As a Schwab spokesperson is quick to point out, they offer a variety of options including CDs to buy with idle cash – though such options require trades, as apposed to an automatic sweep.
Good choices for Schwab investors include Schwab YieldPlus (SWYPX), a $2,500 minimum ultra short-term bond fund yielding over 4%. The fund is available for no transaction fee for Schwab customers and can be sold with no onerous short-term redemption fees like Schwab charges for sales in non-Schwab mutual funds. Those who can meet the $50,000 minimum will do slightly (like 0.15%) better in the lower-fee Schwab YieldPlus Select (SWYSX) class.

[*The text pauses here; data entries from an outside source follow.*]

import type { AnalysisResult, ChannelResult } from "../analysis/types";
import { evaluateCompliance, type EvaluateComplianceInput } from "../compliance/evaluate-compliance";
import type { EvaluationContext } from "../compliance/model";
import { diagnoseChannels, type Diagnosis } from "../frontends/diagnose-channels";
import { FRONT_END_MODEL_VERSION, MAX_ORDER } from "../frontends/types";
import { allocateActiveFilter } from "./allocate-active-filter";
import { applyFrontEndChanges } from "./apply-front-end-changes";
import { MitigationInputError } from "./mitigation-input-error";
import { DEFAULT_X_OVER_R, passiveFilterAtPcc } from "./passive-filter-at-pcc";
import type { FilterReport, Mitigation, NetworkData, WhatIfChannel, WhatIfResult } from "./types";

export const WHAT_IF_CAUTION =
  "This is a model prediction, not a measurement: confirm it by measuring after installation. Filter design (resonance, capacitor duty, switching transients) belongs to a qualified engineer under local codes and the utility's requirements.";

/** Below this (fraction of the fundamental) a model order is treated as not produced by the model. */
const MODELLED_ORDER_MIN = 0.005;

export interface WhatIfInput {
  analysis: AnalysisResult;
  mitigations: readonly Mitigation[];
  /** PCC data for a passive filter; missing values are taken from the compliance context. */
  network?: NetworkData;
  /** The limit-set revision and context of the measured sheet, to re-judge the prediction the same way. */
  compliance?: { limitSet: EvaluateComplianceInput["limitSet"]; context: EvaluationContext };
  /** A diagnosis already made (else it is made here). */
  diagnosis?: Diagnosis;
  /** Only this current channel (default: every current channel). */
  channel?: string;
}

const characteristicOrders = (family: string): number[] => {
  const pulses = family === "twelve-pulse" ? 12 : family === "eighteen-pulse" ? 18 : family.startsWith("six-pulse") || family === "thyristor-bridge" ? 6 : 0;
  if (pulses > 0) return Array.from({ length: MAX_ORDER }, (_, k) => k + 1).filter((h) => h > 1 && (h % pulses === 1 || h % pulses === pulses - 1));
  if (family === "single-phase-capacitor" || family === "symmetrical-angle") return Array.from({ length: 24 }, (_, k) => 2 * k + 3);
  return [];
};

/**
 * Predicts the line current of each current channel after the chosen mitigations and re-judges it.
 * Load-side changes (reactor, DC choke, multi-pulse) re-simulate the diagnosed front end; each
 * measured order is scaled by the model's after/before ratio for that order. PCC filters then act on that current: the passive filter by the current
 * divider with the source impedance, the active filter by cancelling orders largest first within
 * its rating. THD/TDD and the verdict follow from the predicted per-order values.
 *
 * @throws MitigationInputError naming a missing input (e.g. a passive filter without Isc or bus voltage)
 * @example buildWhatIfReport({ analysis, mitigations: [{ kind: "reactor", percent: 5 }] }).channels[0]!.thdPercent
 */
export function buildWhatIfReport(input: WhatIfInput): WhatIfResult {
  const { analysis, mitigations } = input;
  const context = input.compliance?.context;
  const busVoltageV = input.network?.busVoltageV ?? context?.busVoltageV;
  const iscA = input.network?.iscA ?? context?.iscA;
  const xOverR = input.network?.xOverR ?? DEFAULT_X_OVER_R;
  const ilA = context?.ilA;
  const assumptions: string[] = [];
  const warnings: string[] = [];
  const currents = analysis.channels.filter((c) => c.quantity === "current" && (input.channel === undefined || c.name === input.channel));
  if (currents.length === 0) throw new MitigationInputError(input.channel === undefined ? "the capture has no current channel" : `no current channel named "${input.channel}"`);
  const hasPassive = mitigations.some((m) => m.kind === "passive-filter");
  if (hasPassive) {
    if (iscA === undefined) throw new MitigationInputError("a passive filter needs the short-circuit current at the PCC (--isc / iscA)");
    if (busVoltageV === undefined) throw new MitigationInputError("a passive filter needs the line-to-line bus voltage at the PCC (--bus-voltage / busVoltageV)");
    if (!(xOverR > 0)) throw new MitigationInputError("the source X/R must be positive");
    assumptions.push(
      `Source impedance from Isc = ${iscA} A at ${busVoltageV} V with X/R = ${xOverR}${input.network?.xOverR === undefined ? " (default)" : ""}; the supply voltage is taken as undistorted, so no background harmonic current flows into the filter.`,
    );
    assumptions.push("Capacitor rated at the bus voltage and the stated kvar; duty limits of IEEE Std 18-2012 (from memory).");
  }
  const diagnosis = input.diagnosis ?? diagnoseChannels(analysis, input.channel);

  assumptions.push(
    `Load-side changes re-simulate the front end the diagnosis found most alike; each measured order is scaled by that model's after/before ratio, and orders the model barely produces (below ${100 * MODELLED_ORDER_MIN} % of fundamental) are kept as measured.`,
  );
  assumptions.push("The fundamental current is taken as unchanged (same load power).");
  if (mitigations.some((m) => m.kind === "multi-pulse")) assumptions.push("Multi-pulse: bridges on ideally phase-shifted windings; the stated imbalance is the difference between bridge currents.");

  const predicted: WhatIfChannel[] = currents.map((channel) => {
    const dx = diagnosis.channels.find((d) => d.name === channel.name);
    const best = dx?.candidates[0];
    if (!best) throw new MitigationInputError(`channel "${channel.name}" carries no fundamental current; there is nothing to predict`);
    const i1 = channel.harmonics.find((h) => h.order === 1)?.rms ?? 0;
    const fe = applyFrontEndChanges({ family: best.family, parameters: best.parameters }, mitigations);
    for (const w of fe.warnings) warnings.push(`${channel.name}: ${w}`);
    if (!dx!.fits && fe.changed) warnings.push(`${channel.name}: no model fits within 5 %, so the load-side prediction is rough`);

    const load = new Map<number, number>();
    for (const h of channel.harmonics) {
      if (h.rms === null || h.order < 2) continue;
      if (!fe.changed || h.order > MAX_ORDER) {
        load.set(h.order, h.rms);
        continue;
      }
      const before = fe.before.magnitude[h.order]!;
      const after = fe.after.magnitude[h.order]!;
      // Scale what the model explains by its after/before ratio (keeps the measurement's own level);
      // an order the model barely produces is something else's (another load, the background): kept.
      load.set(h.order, before >= MODELLED_ORDER_MIN ? h.rms * (after / before) : h.rms);
    }

    const filters: FilterReport[] = [];
    let supply = new Map(load);
    for (const m of mitigations) {
      if (m.kind === "passive-filter") {
        const f = passiveFilterAtPcc({ tuningOrder: m.tuningOrder, kvar: m.kvar, q: m.q, busVoltageV: busVoltageV!, iscA: iscA!, xOverR });
        const next = new Map<number, number>();
        for (const [h, a] of supply) next.set(h, a * f.supplyShare(h));
        const duty = f.capacitorDuty(supply);
        const hp = f.parallelResonanceOrder;
        const characteristic = new Set([...characteristicOrders(best.family), ...[...supply.entries()].filter(([, a]) => i1 > 0 && a / i1 >= 0.01).map(([h]) => h)]);
        const near = [...characteristic].filter((h) => Math.abs(h - hp) <= 0.5).sort((a, b) => a - b);
        if (near.length > 0) warnings.push(`${channel.name}: the ${m.tuningOrder}th filter resonates with the source near order ${hp.toFixed(2)}, within ±0.5 of order ${near.join(", ")} of the load`);
        if (!duty.withinLimits) warnings.push(`${channel.name}: the filter capacitor's duty exceeds IEEE Std 18-2012 limits (rms V ${duty.rmsVoltagePercent.toFixed(0)} %, peak V ${duty.peakVoltagePercent.toFixed(0)} %, rms I ${duty.rmsCurrentPercent.toFixed(0)} %, kvar ${duty.kvarPercent.toFixed(0)} %)`);
        filters.push({ kind: "passive-filter", parallelResonanceOrder: hp, capacitorDuty: duty });
        supply = next;
      } else if (m.kind === "active-filter") {
        const { residualA, ratingUsedA } = allocateActiveFilter(supply, m.ratingA, { from: m.fromOrder, to: m.toOrder });
        filters.push({ kind: "active-filter", ratingUsedA, ratingUsedPercent: (100 * ratingUsedA) / m.ratingA });
        supply = residualA;
      }
    }

    const harmonics = channel.harmonics.map((h) => ({ order: h.order, measuredRms: h.rms, rms: h.order === 1 ? h.rms : h.rms === null ? null : supply.get(h.order) ?? null }));
    const sumSq = (values: Iterable<[number, number | null]>): number => {
      let s = 0;
      for (const [h, a] of values) if (h >= 2 && h <= channel.thdMaxOrder && a !== null) s += a * a;
      return s;
    };
    const predictedSq = sumSq(harmonics.map((h) => [h.order, h.rms]));
    const measuredSq = sumSq(channel.harmonics.map((h) => [h.order, h.rms]));
    return {
      name: channel.name,
      frontEnd: { family: best.family, parameters: best.parameters, description: best.description, fitErrorPercent: best.fitErrorPercent },
      fundamentalA: i1,
      harmonics,
      thdPercent: i1 > 0 ? (100 * Math.sqrt(predictedSq)) / i1 : 0,
      tddPercent: ilA ? (100 * Math.sqrt(predictedSq)) / ilA : null,
      measuredThdPercent: i1 > 0 ? (100 * Math.sqrt(measuredSq)) / i1 : 0,
      measuredTddPercent: ilA ? (100 * Math.sqrt(measuredSq)) / ilA : null,
      filters,
    };
  });

  let compliance = null;
  if (input.compliance) {
    compliance = evaluateCompliance({ analysis: predictedAnalysis(analysis, predicted), limitSet: input.compliance.limitSet, context: input.compliance.context });
  }
  return { prediction: true, modelVersion: FRONT_END_MODEL_VERSION, mitigations: [...mitigations], channels: predicted, compliance, assumptions, warnings, caution: WHAT_IF_CAUTION };
}

/**
 * The analysis with each predicted channel's orders replaced, so the evaluator judges the
 * prediction by the same rules as the measurement: per-window series and IEC 61000-4-7 groups
 * of an order are scaled by that order's predicted/measured ratio.
 */
function predictedAnalysis(analysis: AnalysisResult, channels: readonly WhatIfChannel[]): AnalysisResult {
  return {
    ...analysis,
    channels: analysis.channels.map((c): ChannelResult => {
      const p = channels.find((x) => x.name === c.name);
      if (!p) return c;
      const ratio = new Map<number, number>();
      for (const h of p.harmonics) if (h.rms !== null && h.measuredRms !== null) ratio.set(h.order, h.measuredRms > 0 ? h.rms / h.measuredRms : 1);
      const i1 = p.fundamentalA;
      let totalSq = c.dc * c.dc;
      for (const h of p.harmonics) if (h.rms !== null) totalSq += h.rms * h.rms;
      const thdRatio = c.thdPercent > 0 ? p.thdPercent / c.thdPercent : 1;
      return {
        ...c,
        rms: Math.sqrt(totalSq),
        thdPercent: p.thdPercent,
        ...(c.tddPercent !== undefined && p.tddPercent !== null ? { tddPercent: p.tddPercent } : {}),
        harmonics: c.harmonics.map((h) => {
          const r = ratio.get(h.order) ?? 1;
          const rms = h.rms === null ? null : h.rms * r;
          return { ...h, rms, percentOfFundamental: rms === null || !(i1 > 0) ? h.percentOfFundamental : (100 * rms) / i1, max: h.max == null ? h.max : h.max * r, p95: h.p95 == null ? h.p95 : h.p95 * r };
        }),
        ...(c.harmonicSeries ? { harmonicSeries: c.harmonicSeries.map((s, k) => (s === null ? null : s.map((v) => v * (ratio.get(k + 1) ?? 1)))) } : {}),
        ...(c.groups
          ? {
              groups: c.groups.map((g) => {
                const r = ratio.get(g.order) ?? 1;
                return { ...g, groupRms: g.groupRms === null ? null : g.groupRms * r, subgroupRms: g.subgroupRms === null ? null : g.subgroupRms * r };
              }),
            }
          : {}),
        ...(c.series ? { series: { ...c.series, thdPercent: c.series.thdPercent.map((v) => v * thdRatio) } } : {}),
      };
    }),
  };
}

Fidelity offers the squarest deal of the big four on sweep balances in their brokerage accounts. The default sweep option yields almost 3% – even on cash balances under $10,000. The rate goes up slightly on larger balances. Like E*TRADE, Fidelity customers can choose a municipal money market fund as a sweep option and earn tax-free income. Like Schwab, clients can buy and sell Fidelity Cash Reserves (FDRXX), a money market fund with a $2,500 minimum and low fees, currently yielding about 4.6%. Better yet, Cash Reserves is available as an automatic sweep option for retirement accounts.
Fidelity is in line with the better deals generally available at smaller discount brokers. Scottrade offers 1.5% on even a $50 sweep balance. On $5,000 you’ll earn 2%, and 2.75% on over $10,000. Firstrade offers 2% on less than $10,000 in cash, with rates going up with larger balances. Keep in mind that the big four are far more expensive places than Scottrade or Firstrade to buy and sell most mutual funds.
If your broker doesn’t have better options, there are a number of mutual funds that are essentially higher-yield money market funds (though technically they have slightly more risk). SSgA Yield Plus (SSYPX), Payden Limited Maturity (PYLMX) and PIMCO Low Duration Class D (PLDDX) are three funds most any brokerage client can buy for no transaction fee (NTF) and earn a normal yield (currently around 4.5%).
Unfortunately, if you have to sell these funds in a few months time, the brokers will likely charge you a short-term redemption fee for the privilege (often defeating the purpose of the purchase in the first place). Your best bet is the broker's own house brand ultra short-term bond funds or money market funds, if any, as these funds can be traded with no penalties. Those with lousy sweep options but low trading commissions could consider iShares Lehman 1-3 Year Treasury Bond (SHY), an exchange-traded fund that owns short-term government bonds – not quite a money market fund but a very low-risk choice. Just don’t let the commissions eat up the extra yield.